--- About this exercise ---
Go through the material below and copy all lines with "number".

☆ ☆ ☆

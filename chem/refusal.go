package chem

import (
	"errors"
	"fmt"
	"strconv"
	"strings"
)

// ErrOutOfRange is the cause of every refusal of a value outside what a method
// or a table covers, ErrNoData where there is no value at all, and ErrImpossible
// where no amount of anything gives what was asked.
var (
	ErrOutOfRange = errors.New("outside the range")
	ErrNoData     = errors.New("no data")
	ErrImpossible = errors.New("can't be reached")
)

// A DataError is a refusal: what was asked, why there is no answer, the limit
// that was met, and what would do instead.
type DataError struct {
	Of     string // what was being computed: "vapour pressure of pentanal at 300.0 °C"
	Err    error  // ErrNoData, ErrOutOfRange or ErrImpossible
	Limit  string // the range or limit in words; may be empty
	Remedy string // what would do: "give antoine=A;B;C"; may be empty
}

// Error puts the parts into one line.
func (e *DataError) Error() string {
	var b strings.Builder
	fmt.Fprintf(&b, "%s: %v", e.Of, e.Err)
	if e.Limit != "" {
		fmt.Fprintf(&b, " (%s)", e.Limit)
	}
	if e.Remedy != "" {
		fmt.Fprintf(&b, "; %s", e.Remedy)
	}
	return b.String()
}

// Unwrap returns the cause.
func (e *DataError) Unwrap() error { return e.Err }

// outOfRange refuses a value outside what is covered, both in unit, and says what
// would do.
func outOfRange(of, quantity string, value, low, high float64, symbol, remedy string) error {
	covered := "only " + number(low)
	if high != low {
		covered = number(low) + " to " + number(high)
	}
	return &DataError{
		Of: fmt.Sprintf("%s, %s %s", of, quantity, unit(number(value), symbol)), Err: ErrOutOfRange,
		Limit: "covered: " + unit(covered, symbol), Remedy: remedy,
	}
}

// noData refuses for want of a value and says what would do.
func noData(what, of, remedy string) error {
	return &DataError{Of: strings.TrimSpace(what + " of " + of), Err: ErrNoData, Remedy: remedy}
}

// mustBePositive refuses a value that isn't a number above zero.
func mustBePositive[Q ~float64](of, name string, x Q) error {
	if x > 0 && Finite(x) {
		return nil
	}
	return &DataError{Of: of, Err: ErrOutOfRange, Limit: name + " must be above zero", Remedy: "give a positive " + name}
}

// mustBeShare refuses a value that isn't from zero to below one, or to one
// where the upper end counts as well.
func mustBeShare[Q ~float64](of, name string, x Q, oneCounts bool) error {
	if x >= 0 && (x < 1 || (oneCounts && x == 1)) {
		return nil
	}
	limit := name + " must be from 0 % to below 100 %"
	if oneCounts {
		limit = name + " must be from 0 % to 100 %"
	}
	return &DataError{Of: of, Err: ErrOutOfRange, Limit: limit, Remedy: "give a share such as 95 %"}
}

// checkFraction refuses anything but a share from 0 to 1 inclusive.
func checkFraction(what string, f Fraction) error {
	if f >= 0 && f <= 1 {
		return nil
	}
	return outOfRange(what, "fraction", f.Percent(), 0, 100, "%", "")
}

// number writes a value in at most seven figures, for a message.
func number(x float64) string { return strconv.FormatFloat(x, 'g', 7, 64) }

// unit puts a unit behind a written number.
func unit(number, symbol string) string {
	if symbol == "" {
		return number
	}
	return number + " " + symbol
}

☆ ☆ ☆

--- Written reply ---
	covered := "only " + number(low)
		covered = number(low) + " to " + number(high)
		Of: fmt.Sprintf("%s, %s %s", of, quantity, unit(number(value), symbol)), Err: ErrOutOfRange,
// mustBePositive refuses a value that isn't a number above zero.
// number writes a value in at most seven figures, for a message.
func number(x float64) string { return strconv.FormatFloat(x, 'g', 7, 64) }
// unit puts a unit behind a written number.
func unit(number, symbol string) string {
		return number
	return number + " " + symbol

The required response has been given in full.